» **THE TASK**
Once the line containing "refuse Unicode direction" is found in the entries below, reproduce it and every line after it, stopping at and including the line containing "for (const control"; reproduce nothing else, and keep each line exact.

[Dataset entries]
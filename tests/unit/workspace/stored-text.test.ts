import { describe, expect, it } from "vitest";
import { accountSchema } from "@/lib/auth/schemas";
import { accountListQuerySchema } from "@/lib/workspace/admin-schema";
import { createNoteSchema } from "@/lib/workspace/note-schema";
import { createProposalSchema } from "@/lib/workspace/proposal-schema";
import { createTargetSchema } from "@/lib/workspace/target-schema";
import { targetListQuerySchema } from "@/lib/workspace/target-query";

const nul = "\u0000";
const proposal = {
  title: "Arcs",
  cycle: "2033A",
  site: { name: "Mesa Lucerna Station", latitudeDeg: -31.27, longitudeDeg: -68.93, elevationM: 2480, horizonLimitDeg: 20 },
  instrument: { resolutionMas: 50, cadenceHours: 12, campaignLengthDays: 90 },
};
const target = { name: "Cinder Avocet", ra: "17 52 31.8", dec: "-29 41 07", lensModel: "point", lensMassSolar: 0.32, lensDistancePc: 5200, sourceDistancePc: 8100, sourceOffsetThetaE: 0.12, priority: 1 };

/** The path of every issue, joined with dots (the form's field names). */
function refusedFields(result: { success: boolean; error?: { issues: { path: PropertyKey[] }[] } }): string[] {
  return result.success ? [] : result.error!.issues.map((issue) => issue.path.join("."));
}

// PostgreSQL's text type cannot hold U+0000 (PostgreSQL manual, "Character Types"): the schema
// refuses it by field, so the database never sees it and the caller gets a 400, not a 500.
describe("text fields refuse the NUL character before it reaches the database", () => {
  it("in a proposal's title, cycle, abstract and site name", () => {
    expect(refusedFields(createProposalSchema.safeParse(proposal))).toEqual([]);
    const hostile = { ...proposal, title: `A${nul}`, cycle: `B${nul}`, abstract: `C${nul}`, site: { ...proposal.site, name: `D${nul}` } };
    expect(refusedFields(createProposalSchema.safeParse(hostile)).sort()).toEqual(["abstract", "cycle", "site.name", "title"]);
  });

  it("in a target's name, a note's body and an account's name", () => {
    expect(refusedFields(createTargetSchema.safeParse({ ...target, name: `x${nul}y` }))).toEqual(["name"]);
    expect(refusedFields(createNoteSchema.safeParse({ body: `x${nul}y` }))).toEqual(["body"]);
    expect(refusedFields(accountSchema.safeParse({ email: "a@example.org", name: `x${nul}`, password: "long-enough-password" }))).toEqual(["name"]);
  });

  it("in the searches of the target table and the accounts list", () => {
    expect(refusedFields(targetListQuerySchema.safeParse({ q: `x${nul}`, tag: `y${nul}` })).sort()).toEqual(["q", "tag"]);
    expect(refusedFields(accountListQuerySchema.safeParse({ q: `x${nul}` }))).toEqual(["q"]);
  });

  it("keeps every other character, SQL-looking text included", () => {
    // (Tabs and line breaks are refused in names: they are one line, see name-text.test.ts.)
    const name = "'); DROP TABLE targets; -- ٢٣ \u200F";
    expect(createTargetSchema.parse({ ...target, name }).name).toBe(name.trim());
  });
});

// Unicode Technical Report #36 (bidirectional text spoofing) and CVE-2021-42574 ("Trojan Source"):
// an override such as U+202E shows "TB-ML\u202E71-1" in another order than it is stored.
describe("names refuse Unicode direction controls; the implicit marks and free text keep them", () => {
  const controls = ["\u202A", "\u202B", "\u202C", "\u202D", "\u202E", "\u2066", "\u2067", "\u2068", "\u2069"];

  it("in a target's name, a proposal's title, cycle and site name, and an account's name", () => {
    for (const control of controls) {
      expect(refusedFields(createTargetSchema.safeParse({ ...target, name: `Cinder${control} Avocet` }))).toEqual(["name"]);
      const hostile = { ...proposal, title: `A${control}b`, cycle: `20${control}33A`, site: { ...proposal.site, name: `Mesa${control} Lucerna` } };
      expect(refusedFields(createProposalSchema.safeParse(hostile)).sort()).toEqual(["cycle", "site.name", "title"]);
      expect(refusedFields(accountSchema.safeParse({ email: "a@example.org", name: `Ilse${control}`, password: "long-enough-password" }))).toEqual(["name"]);
    }
  });

  it("keeps the left-to-right, right-to-left and Arabic letter marks in names, and every control in a note or an abstract", () => {
    const name = "\u05D0\u200E-17 \u200F \u061C";
    expect(createTargetSchema.parse({ ...target, name }).name).toBe(name);
    expect(createNoteSchema.parse({ body: "seeing \u202E0.8" }).body).toBe("seeing \u202E0.8");
    expect(createProposalSchema.parse({ ...proposal, abstract: "\u2067rtl\u2069" }).abstract).toBe("\u2067rtl\u2069");
  });
});
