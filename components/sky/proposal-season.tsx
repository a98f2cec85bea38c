"use client";

import { useMemo, useState } from "react";
import type { SkySiteInput } from "@/lib/astro/inputs";
import { weekWithMostTargetsAtBest } from "@/lib/astro/season";
import { SeasonChart } from "@/lib/figures/season-chart";
import { SeasonTable, weekRange } from "./season-table";
import { useSeason } from "./use-season";

/** Targets per page of the chart and table: SVG rows stay light and legible at this count. */
export const SEASON_PAGE_TARGETS = 25;

interface ProposalSeasonProps {
  site: SkySiteInput;
  targets: { id: string; name: string; raDeg: number; decDeg: number }[];
  startNightIso: string;
  nightCount: number;
  airmassLimit: number;
}

/**
 * A proposal's season: usable dark hours per night for every target over the cycle, computed in the
 * sky worker, shown a page of targets at a time, with the never-observable targets listed first.
 */
export function ProposalSeason({ site, targets, startNightIso, nightCount, airmassLimit }: ProposalSeasonProps) {
  const request = useMemo(
    () => ({ site, targets: targets.map((t) => ({ name: t.name, raDeg: t.raDeg, decDeg: t.decDeg })), startNightIso, nightCount, limits: { airmassLimit } }),
    [site, targets, startNightIso, nightCount, airmassLimit],
  );
  const { status, season, error } = useSeason(request);
  const [page, setPage] = useState(0);
  const pageCount = Math.max(1, Math.ceil(targets.length / SEASON_PAGE_TARGETS));
  const pageIndices = useMemo(
    () => Array.from({ length: Math.min(SEASON_PAGE_TARGETS, targets.length - page * SEASON_PAGE_TARGETS) }, (_, i) => page * SEASON_PAGE_TARGETS + i),
    [page, targets.length],
  );
  const never = season ? season.targets.flatMap((t, index) => (t.isNeverObservable ? [index] : [])) : [];
  // The list's headline week: the one in which the most targets are in one of their own best weeks.
  // A count of targets: hours of different targets are never added.
  const headline = useMemo(() => (season ? weekWithMostTargetsAtBest(season.targets, season.weekStartDatesIso.length) : null), [season]);

  if (status === "failed") return <p role="alert" className="text-alarm">The season could not be computed: {error}</p>;
  if (!season) return <p className="text-dusk-dim">Computing the season for {targets.length} targets…</p>;
  return (
    <div className="space-y-4">
      <dl className="flex flex-wrap gap-x-8 gap-y-1 text-sm">
        <div>
          <dt className="inline text-dusk-dim">Week with the most targets at their best </dt>
          <dd className="inline font-mono text-glint" data-testid="best-week-overall">
            {headline
              ? `${weekRange(season, headline.weekIndex)} (${headline.targetCount} of ${season.targets.length} targets)`
              : "none"}
          </dd>
        </div>
        <div>
          <dt className="inline text-dusk-dim">Never observable in the cycle </dt>
          <dd className={`inline ${never.length > 0 ? "text-alarm" : "text-glint"}`} data-testid="never-observable">
            {never.length === 0 ? "none" : never.map((index) => season.targets[index].name).join(", ")}
          </dd>
        </div>
      </dl>
      {status === "computing" ? <p className="text-dusk-dim">Recomputing…</p> : null}
      <nav aria-label="Season pages" className="flex items-center gap-3 text-sm">
        <button type="button" className="rounded border border-void-edge px-2 py-1 disabled:opacity-40" disabled={page <= 0} onClick={() => setPage((p) => p - 1)}>
          Previous targets
        </button>
        <span>
          Targets {page * SEASON_PAGE_TARGETS + 1}–{page * SEASON_PAGE_TARGETS + pageIndices.length} of {targets.length}
        </span>
        <button type="button" className="rounded border border-void-edge px-2 py-1 disabled:opacity-40" disabled={page >= pageCount - 1} onClick={() => setPage((p) => p + 1)}>
          Next targets
        </button>
      </nav>
      <SeasonChart season={season} targetIndices={pageIndices} />
      <SeasonTable season={season} targetIndices={pageIndices} />
    </div>
  );
}
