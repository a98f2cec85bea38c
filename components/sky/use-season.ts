"use client";

import { useEffect, useRef, useState } from "react";
import { wrap, type Remote } from "comlink";
import type { SeasonRequest, SeasonWindows } from "@/lib/astro/season";
import type { SkyWorkerApi } from "@/workers/sky.worker";

type SeasonState =
  | { status: "idle" | "computing"; season: SeasonWindows | null; error: null }
  | { status: "done"; season: SeasonWindows; error: null }
  | { status: "failed"; season: null; error: string };

/**
 * The season for `request`, computed in one web worker (`workers/sky.worker.ts`). A newer request
 * supersedes an older one: a stale answer is dropped, never shown. `null` computes nothing.
 */
export function useSeason(request: SeasonRequest | null): SeasonState {
  const workerRef = useRef<{ worker: Worker; api: Remote<SkyWorkerApi> } | null>(null);
  const generation = useRef(0);
  const [state, setState] = useState<SeasonState>({ status: "idle", season: null, error: null });
  const key = request === null ? "" : JSON.stringify(request);

  useEffect(() => {
    return () => {
      workerRef.current?.worker.terminate();
      workerRef.current = null;
    };
  }, []);

  useEffect(() => {
    if (request === null) return;
    if (workerRef.current === null) {
      const worker = new Worker(new URL("../../workers/sky.worker.ts", import.meta.url), { type: "module" });
      workerRef.current = { worker, api: wrap<SkyWorkerApi>(worker) };
    }
    const mine = ++generation.current;
    setState((previous) => ({ status: "computing", season: previous.season, error: null }));
    workerRef.current.api.season(request).then(
      (season) => {
        if (mine === generation.current) setState({ status: "done", season, error: null });
      },
      (error: unknown) => {
        if (mine === generation.current) setState({ status: "failed", season: null, error: error instanceof Error ? error.message : String(error) });
      },
    );
    // The request is compared by value through `key`.
    // eslint-disable-next-line react-hooks/exhaustive-deps
  }, [key]);

  return state;
}
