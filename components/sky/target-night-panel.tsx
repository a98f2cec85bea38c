"use client";

import { useEffect, useId, useMemo, useState } from "react";
import type { SkySiteInput } from "@/lib/astro/inputs";
import { nightlyVisibility } from "@/lib/astro/visibility";
import { nightChart } from "@/lib/figures/night-chart";
import { nightSkyBrightnessChart } from "@/lib/figures/night-sky-brightness";
import { nightSkyBrightness } from "@/lib/photometry/night-sky";
import type { BandSky } from "@/lib/photometry/visit-budget";
import { NightSkyFigureDownloads } from "@/components/exports/sky-figure-downloads";
import { FigureSvg } from "@/components/figures/figure-svg";
import type { ObservingSchedule } from "@/lib/schedule";
import { nightPlan } from "@/lib/schedule/timeline-plot";
import { NightDateControl } from "./night-date-control";
import { NightFigures } from "./night-figures";

interface TargetNightPanelProps {
  site: SkySiteInput;
  target: { name: string; raDeg: number; decDeg: number };
  airmassLimit: number;
  /** The night shown first, `YYYY-MM-DD` (the page picks it from the address bar or the cycle). */
  initialNightIso: string;
  /** The target's simulated schedule over the proposal's cycle (computed on the server); null without cycle dates. */
  schedule: ObservingSchedule | null;
  /** The target's band with the site's sky in it (the proposal's photometry settings), or why there is none, in words. */
  bandSky: { sky: BandSky } | { missing: string };
  /** Where the sky brightness figure is exported from; absent: no download buttons. */
  figureExport?: { proposalId: string; targetId: string };
}

/**
 * One target's night from its proposal's site: chart, figures (with the Sun caution when it applies),
 * the visits the target's schedule plans that night (read from the whole cycle's schedule, so a
 * cadence longer than a night carries over from the nights before) and the date control. The night
 * lives in the address bar (`?night=`), so a link reopens it.
 */
export function TargetNightPanel({ site, target, airmassLimit, initialNightIso, schedule, bandSky, figureExport }: TargetNightPanelProps) {
  const [nightIso, setNightIso] = useState(initialNightIso);
  const result = useMemo(() => {
    try {
      return { visibility: nightlyVisibility(site, target, nightIso, { airmassLimit }), error: null };
    } catch (error) {
      return { visibility: null, error: error instanceof Error ? error.message : String(error) };
    }
  }, [site, target, nightIso, airmassLimit]);
  const plan = useMemo(() => nightPlan(schedule, nightIso), [schedule, nightIso]);
  const nightSky = useMemo(() => {
    if ("missing" in bandSky) return { sky: null, error: bandSky.missing };
    try {
      return { sky: nightSkyBrightness({ site, target, nightDateIso: nightIso, bandSky: bandSky.sky }), error: null };
    } catch (error) {
      return { sky: null, error: `The sky brightness could not be computed: ${error instanceof Error ? error.message : String(error)}` };
    }
  }, [site, target, nightIso, bandSky]);
  const nightTree = useMemo(
    () => (result.visibility ? nightChart({ visibility: result.visibility, plannedVisits: schedule === null ? undefined : { visitsJdUtc: plan.visitsJdUtc, visitLengthDays: schedule.visitLengthDays } }) : null),
    [result, schedule, plan],
  );
  // Ids unique on the page: url(#…) resolves to the first element of that id in the document.
  const skyIdPrefix = `night-sky-${useId().replace(/[^A-Za-z0-9-]/g, "")}`;
  const skyTree = useMemo(() => (nightSky.sky !== null ? nightSkyBrightnessChart({ sky: nightSky.sky, idPrefix: skyIdPrefix }) : null), [nightSky, skyIdPrefix]);

  useEffect(() => {
    const url = new URL(window.location.href);
    if (url.searchParams.get("night") === nightIso) return;
    url.searchParams.set("night", nightIso);
    window.history.replaceState(window.history.state, "", url);
  }, [nightIso]);

  return (
    <section aria-labelledby="night-heading" className="space-y-3">
      <h2 id="night-heading" className="text-xl font-semibold">
        Night from {site.name}
      </h2>
      <NightDateControl value={nightIso} onChange={setNightIso} />
      {result.visibility && nightTree ? (
        <div className="grid gap-6 lg:grid-cols-[2fr_1fr]">
          <div className="rounded-md border border-void-edge">
            <FigureSvg tree={nightTree} />
            <p className="px-3 pt-2 text-sm" data-testid="night-planned-visits" data-count={plan.visitsJdUtc.length}>
              {plan.sentence}
            </p>
            <p className="px-3 py-2 text-xs text-dusk-dim">
              Sky shading from light to dark: day, civil, nautical and astronomical twilight, darkness (Sun below −18°).
              Green fill: dark time above the limit (air mass ≤ {airmassLimit}, Pickering 2002; site horizon {site.horizonLimitDeg}°). White bands and diamonds: the visits the simulated schedule plans. Times UTC.
            </p>
          </div>
          <NightFigures visibility={result.visibility} />
          <div className="rounded-md border border-void-edge lg:col-span-2" data-testid="night-sky-panel">
            {skyTree !== null ? (
              <>
                <FigureSvg tree={skyTree} />
                <p className="px-3 py-2 text-xs text-dusk-dim">
                  Sky surface brightness at the target in its band through astronomical darkness while it is up (brighter up): the dark sky at the target&apos;s zenith distance (the site&apos;s zenith value,
                  Krisciunas &amp; Schaefer 1991 eq. 2) dashed, and with the Moon&apos;s light added (K&amp;S eq. 15 in V, carried to the band by the Sun&apos;s colour), the Moon&apos;s share hatched
                  between them. The model adds the Moon&apos;s light from the moment its centre clears the horizon, hence the step at moonrise. The same sky the photon budget grades
                  each visit under. Times UTC.
                </p>
                {figureExport !== undefined ? (
                  <div className="px-3 pb-2">
                    <NightSkyFigureDownloads proposalId={figureExport.proposalId} targetId={figureExport.targetId} nightIso={nightIso} />
                  </div>
                ) : null}
              </>
            ) : (
              <p className="px-3 py-2 text-sm text-dusk-dim" data-testid="night-sky-missing">
                No sky brightness figure: {nightSky.error}
              </p>
            )}
          </div>
        </div>
      ) : (
        <p role="alert" className="text-alarm">
          The night could not be computed: {result.error}
        </p>
      )}
    </section>
  );
}
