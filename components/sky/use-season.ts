"use client";

import type { SeasonRequest, SeasonWindows } from "@/lib/astro/season";
import type { SkyWorkerApi } from "@/workers/sky.worker";
import { useWorkerAnswer, type WorkerAnswer } from "./use-worker-answer";

const createSkyWorker = () => new Worker(new URL("../../workers/sky.worker.ts", import.meta.url), { type: "module" });

/** The sky page's season for `request`, computed in the sky worker (`workers/sky.worker.ts`). */
export function useSeason(request: SeasonRequest | null): WorkerAnswer<SeasonWindows> {
  return useWorkerAnswer<SkyWorkerApi, SeasonRequest, SeasonWindows>(createSkyWorker, (api, r) => api.season(r), request);
}
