import { bestWeeksText, observingSeasonsText, type ScheduleSeasonRow, type SeasonView } from "@/lib/figures/season-view";
import { SeasonTableFrame } from "./season-table";

/**
 * A proposal's season, one row per target, from its simulated observing schedule: the observing
 * seasons (first and last night, length), the visits planned in the cycle, the best weeks (7-night
 * blocks within 90% of the target's own best) and, for a target with no visit, why.
 */
export function ScheduleSeasonTable({ view, targetIndices }: { view: SeasonView<ScheduleSeasonRow>; targetIndices: number[] }) {
  const nights = view.nightDatesIso;
  const caption = `The proposal's observing schedule from ${nights[0]} to ${nights[nights.length - 1]} (${nights.length} nights)`;
  return (
    <SeasonTableFrame caption={caption} columns={["Target", "Observing seasons", "Planned visits", "Best weeks", "Observable"]}>
      {targetIndices.map((index) => {
        const row = view.rows[index];
        return (
          <tr key={index} className="border-t border-void-edge">
            <th scope="row" className="py-1 pr-3 font-normal text-dusk">{row.name}</th>
            <td className="py-1 pr-3 font-mono text-glint" data-testid="observing-seasons">{observingSeasonsText(row.seasons)}</td>
            <td className="py-1 pr-3 font-mono text-glint" data-testid="planned-visits">{row.visitCount}</td>
            <td className="py-1 pr-3 font-mono text-glint">{bestWeeksText(nights, row.bestWeekIndices)}</td>
            <td className={`py-1 ${row.emptyMessage ? "text-alarm" : "text-dusk"}`}>{row.emptyMessage ?? "yes"}</td>
          </tr>
        );
      })}
    </SeasonTableFrame>
  );
}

» **EXERCISE OUTPUT**
describe("names refuse Unicode direction controls; the implicit marks and free text keep them", () => {
  const controls = ["\u202A", "\u202B", "\u202C", "\u202D", "\u202E", "\u2066", "\u2067", "\u2068", "\u2069"];

  it("in a target's name, a proposal's title, cycle and site name, and an account's name", () => {
    for (const control of controls) {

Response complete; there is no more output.